* _What is being asked_
Go through the entries below and give the number of lines that have the string "window", and only that.

--- Data shown ---

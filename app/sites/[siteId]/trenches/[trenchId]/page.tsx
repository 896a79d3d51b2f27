import { notFound } from "next/navigation";
import { DeepTrenchCaution, DEEP_TRENCH_M, HumanRemainsBanner } from "@/components/cautions";
import { OutlineSketch } from "@/components/outline-sketch";
import { SiteNav } from "@/components/site-nav";
import { checkOutline } from "@/lib/geometry/outline";
import { listContexts } from "@/lib/server/contexts";
import { isPublicError } from "@/lib/server/errors";
import { countHumanRemains } from "@/lib/server/human-remains";
import { pageSiteActor } from "@/lib/server/page-access";
import { getTrench } from "@/lib/server/trenches";

export default async function TrenchPage({ params }: { params: Promise<{ siteId: string; trenchId: string }> }) {
  const { siteId, trenchId } = await params;
  const { db, actor } = await pageSiteActor(siteId);
  const trench = await getTrench(db, siteId, trenchId).catch((err) => {
    if (isPublicError(err) && err.status === 404) notFound();
    throw err;
  });
  const [contexts, remains] = await Promise.all([listContexts(db, siteId, trenchId), countHumanRemains(db, siteId, trenchId)]);
  const check = checkOutline(trench.outline);
  return (
    <>
      <SiteNav siteId={siteId} role={actor.role} current="" />
      <main className="mx-auto max-w-7xl space-y-4 px-4 py-6">
        <h1 className="text-3xl font-bold">Trench {trench.code} <span className="text-xl font-normal text-ink-soft">{trench.name}</span></h1>
        {remains > 0 && <HumanRemainsBanner count={remains} />}
        {(trench.maxDepth ?? 0) > DEEP_TRENCH_M && <DeepTrenchCaution depth={trench.maxDepth!} />}
        <section className="sheet flex flex-wrap gap-6">
          <OutlineSketch outline={trench.outline} size={220} />
          <dl className="grid grid-cols-2 gap-x-4 gap-y-1 self-start">
            <dt className="text-ink-soft">Area</dt><dd className="num">{check.ok ? `${check.window.area.toFixed(2)} m²` : "—"}</dd>
            <dt className="text-ink-soft">Perimeter</dt><dd className="num">{check.ok ? `${check.window.perimeter.toFixed(2)} m` : "—"}</dd>
            <dt className="text-ink-soft">Holes</dt><dd className="num">{trench.outline.coordinates.length - 1}</dd>
            <dt className="text-ink-soft">Contexts</dt><dd className="num">{contexts.length}</dd>
          </dl>
        </section>
      </main>
    </>
  );
}
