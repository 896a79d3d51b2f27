import { readFileSync } from "node:fs";
import { afterAll, beforeAll, describe, expect, it } from "vitest";
import type { Browser, Page } from "playwright-core";
import { newPage, openBrowser, openDemoSite, shown, signIn } from "./support/browser";

let browser: Browser;
beforeAll(async () => {
  browser = await openBrowser();
});
afterAll(async () => {
  await browser?.close();
});

async function openSheet(page: Page, site: string, number: number, description: string) {
  await page.goto(`${site}/contexts/new`);
  await page.getByLabel("Context number").fill(String(number));
  await page.getByLabel("Type").selectOption("layer");
  await page.getByLabel("Colour").fill("mid brown");
  await page.getByLabel("Description").fill(description);
  await page.getByRole("button", { name: "Open the sheet" }).click();
  await page.waitForURL(/\/contexts\/[0-9a-f-]{36}$/);
  await shown(page.getByRole("heading", { level: 1, name: `Context ${number}` }));
  return new URL(page.url()).pathname;
}

async function relate(page: Page, sheet: string, reading: string, other: number) {
  await page.goto(sheet);
  await page.getByLabel("Relation", { exact: true }).selectOption({ label: reading });
  await page.getByLabel("Other context").selectOption({ label: String(other) });
  await page.getByRole("button", { name: "Add relation" }).click();
}

describe("recording: context sheets, the matrix and the register", () => {
  it("a digger records three contexts with relations, is refused a loop, sees the matrix and opens a sheet from it", async () => {
    const page = await newPage(browser);
    await signIn(page, "digger");
    const site = await openDemoSite(page);
    const base = 6100 + Math.floor(Math.random() * 800) * 3;
    const [a, b, c] = [base, base + 1, base + 2];
    const sheetA = await openSheet(page, site, a, "Upper silt");
    const sheetB = await openSheet(page, site, b, "Middle silt");
    const sheetC = await openSheet(page, site, c, "Lower silt");

    await relate(page, sheetA, "above", b);
    await shown(page.getByRole("listitem").filter({ hasText: `${a} above ${b}` }));
    // Typed on C's sheet as "below B": the same relation reads "B above C" on B's sheet.
    await relate(page, sheetC, "below", b);
    await shown(page.getByRole("listitem").filter({ hasText: `${c} below ${b}` }));
    await page.goto(sheetB);
    await shown(page.getByRole("listitem").filter({ hasText: `${b} above ${c}` }));
    await shown(page.getByRole("listitem").filter({ hasText: `${b} below ${a}` }));

    // C above A would close a loop: refused, and the message names it.
    await relate(page, sheetC, "above", a);
    await shown(page.getByText(`${c} above ${a} above ${b} above ${c}`));

    await page.getByRole("link", { name: /Matrix of trench/ }).click();
    await page.waitForURL(/\/contexts\/matrix\?trench=/);
    const figure = page.getByRole("figure", { name: "Harris matrix diagram" });
    for (const n of [a, b, c]) await shown(figure.getByRole("link", { name: `Context ${n}` }));
    // Later above earlier: A is drawn higher than B, B higher than C.
    const y = async (n: number) => (await figure.getByRole("link", { name: `Context ${n}` }).boundingBox())!.y;
    expect(await y(a)).toBeLessThan(await y(b));
    expect(await y(b)).toBeLessThan(await y(c));
    await figure.getByRole("link", { name: `Context ${c}` }).click();
    await page.waitForURL(`**${sheetC}`);
    await shown(page.getByRole("heading", { level: 1, name: `Context ${c}` }));
    await page.context().close();
  });

  it("filters the register through the URL and exports exactly what it shows", async () => {
    const page = await newPage(browser);
    await signIn(page, "specialist");
    const site = await openDemoSite(page);
    await page.goto(`${site}/finds`);
    await shown(page.getByText("finds match"));
    await page.getByLabel("Context", { exact: true }).selectOption({ label: "1005" });
    await page.waitForURL(/contextId=/);
    await page.getByRole("button", { name: /^x \(m\)/ }).click();
    await page.waitForURL(/sort=x/);
    const status = page.getByText(/\d+ finds? match/);
    expect(await status.textContent()).not.toMatch(/\b1 finds\b/);
    await shown(status);
    const matched = Number((await status.textContent())!.match(/(\d+) finds? match/)![1]);
    expect(matched).toBeGreaterThan(0);
    // The view is in the URL: opening it afresh shows the same filter.
    const shared = page.url();
    const second = await page.context().newPage();
    await second.goto(shared);
    await shown(second.getByText(`${matched} ${matched === 1 ? "find matches" : "finds match"}`));
    expect(await second.getByLabel("Context", { exact: true }).inputValue()).toBe(
      new URL(shared).searchParams.get("contextId"),
    );
    await second.close();

    const [download] = await Promise.all([
      page.waitForEvent("download"),
      page.getByRole("link", { name: "Export CSV" }).click(),
    ]);
    const lines = readFileSync((await download.path())!, "utf8")
      .trim()
      .split(/\r?\n/);
    expect(lines[0].split(",").slice(0, 4)).toEqual(["number", "trench", "context", "class"]);
    expect(lines.length - 1).toBe(matched);
    expect(new Set(lines.slice(1).map((l) => l.split(",")[2]))).toEqual(new Set(["1005"]));
    const xs = lines.slice(1).map((l) => Number(l.split(",")[4]));
    expect(xs).toEqual([...xs].sort((p, q) => p - q));
    await page.context().close();
  });
});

---

* _Solution for this problem_
2